The union tried negotiating a statewide minimum wage with hospital leaders this summer, but that deal fell apart. And in the past, the union has pushed to raise the state’s general minimum wage, such as when it authored a $15 minimum wage measure for the statewide ballot. The union withdrew its measure when Gov. Jerry Brown signed a similar proposal into law.

Residents in a handful of other Southern California cities may have to make a decision on health care worker wages in later elections. For example, city councils in Los Angeles, Long Beach and Downey approved minimum wage hikes for health care workers at private facilities this summer. But an industry-backed campaign temporarily blocked the cities from implementing the ordinances after it collected enough signatures for a referendum.
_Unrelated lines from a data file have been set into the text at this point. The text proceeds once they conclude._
# --------------------------------------------------------------------------- shrinking
def _still_fails(candidates: Sequence[Case], finding: Finding, x_campaign: bool) -> list[bool]:
    vector = [finding.vector] if finding.vector else [{p.name: 0 for p in finding.case.inputs}]
    renamed = [c.renamed(f"shr{k}c") for k, c in enumerate(candidates)]
    with tempfile.TemporaryDirectory(prefix="bcdprove-shrink-") as tmp:
        directory = Path(tmp)
        icarus, rejected = icarus_outputs_robust(renamed, [vector] * len(renamed), directory)
        verdicts = []
        for n, case in enumerate(renamed):
            if n in rejected:
                verdicts.append(False)
                continue
            scratch = CampaignResult()
            found = compare_case(case, directory / f"{case.name}.v", vector, icarus, n,
                                 x_campaign, scratch)
            verdicts.append(any(f.signature == finding.signature for f in found))
        return verdicts


def shrink(finding: Finding, x_campaign: bool = False, rounds: int = 60, batch: int = 80) -> Case:
    """The smallest variant of the finding's case that fails the same way (greedy, by size)."""
    current = finding.case
    for _ in range(rounds):
        candidates = sorted({c.text(): c for c in current.shrink_variants()}.values(),
                            key=lambda c: c.size)[:batch]
        if not candidates:
            break
        verdicts = _still_fails(candidates, finding, x_campaign)
        smaller = [c for c, bad in zip(candidates, verdicts) if bad and c.size < current.size]
        if not smaller:
            break
        current = smaller[0]
    return current


def minimise_finding(finding: Finding, x_campaign: bool = False) -> None:
    """Shrink ``finding`` and record both sides' outputs of the minimised case."""
    finding.minimised = shrink(finding, x_campaign)
    if finding.kind != "reader-error" and finding.vector:
        try:
            finding.minimised_outputs = replay(finding.minimised, finding.vector, x_campaign)
        except Exception as error:  # the record is for people; never lose the finding over it
            finding.minimised_outputs = {"?": (str(error)[:200], "")}


def environment_seed() -> Optional[int]:
    """The extra seed from BCDPROVE_FUZZ_SEED, if that variable is set."""
    text = os.environ.get("BCDPROVE_FUZZ_SEED")
    return int(text) if text else None


def replay(case: Case, vector: dict[str, int], x_campaign: bool = False) -> dict[str, tuple[str, str]]:
    """Per output of ``case`` on one vector: (Icarus's bits, the model's bits, x where unknown)."""
    with tempfile.TemporaryDirectory(prefix="bcdprove-replay-") as tmp:
        directory = Path(tmp)
        icarus = icarus_outputs([case], [[vector]], directory)[(0, 0)]
        model = model_outputs(case, directory / f"{case.name}.v", [vector], x_campaign)[0]
    return {port.name: (bits, _bits(value, unknown, port.width))
            for port, bits, (value, unknown) in zip(case.outputs, icarus, model)}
Those city councils either must repeal the ordinance or put the issue up to voters, likely in 2024.

The coalition of hospitals and clinics leading the opposition to the wage initiatives is calling the union’s proposals “deeply flawed” and the pay rate “arbitrary.” The hospital lobby and health systems across the state have poured at least $17 million into campaigns to defeat these two measures, according to campaign filings in Inglewood and Duarte. SEIU-UHW has allocated more than $1.2 million in support.

The opposition campaign’s argument to voters is that the measures are bad policy because they exclude a significant amount of health care workers in these cities. The measure applies only to private hospitals, their affiliated facilities and dialysis clinics, meaning workers employed at public hospitals would be excluded. Workers at nursing homes, private or public, are also not included in the measure.

Duarte’s Measure J would primarily apply to people employed by City of Hope, a private nonprofit hospital and cancer research center. In Inglewood, Measure HC would apply to workers at a number of dialysis clinics and Centinela Hospital Medical Center, a 362-bed facility operated by the for-profit system Prime Healthcare.

If approved, the $25 minimum wage rate could go into effect as early as December. Employers would then have to follow up with cost of living increases starting in 2024. The initiatives prohibit employers from funding the minimum wage hike by laying people off or reducing their benefits.

SEIU-UHW is also behind this year’s Proposition 29, a measure that asks voters statewide – for a third time – to decide on establishing new rules for dialysis clinics, including adding an extra medical provider on site. The union is known to routinely turn to voters and use the initiative process as a negotiating tactic. In the past, the union has proposed ballot measures and then pulled them after reaching agreements with hospital leaders.

In August, the union and the California Hospital Association tried to hash out a last-minute legislative deal that would boost the minimum wage for workers in both public and private facilities statewide (ranging from $19 to $24 an hour, depending on location) in exchange for the union’s support for a request to delay seismic upgrades due in 2030. But those negotiations fizzled.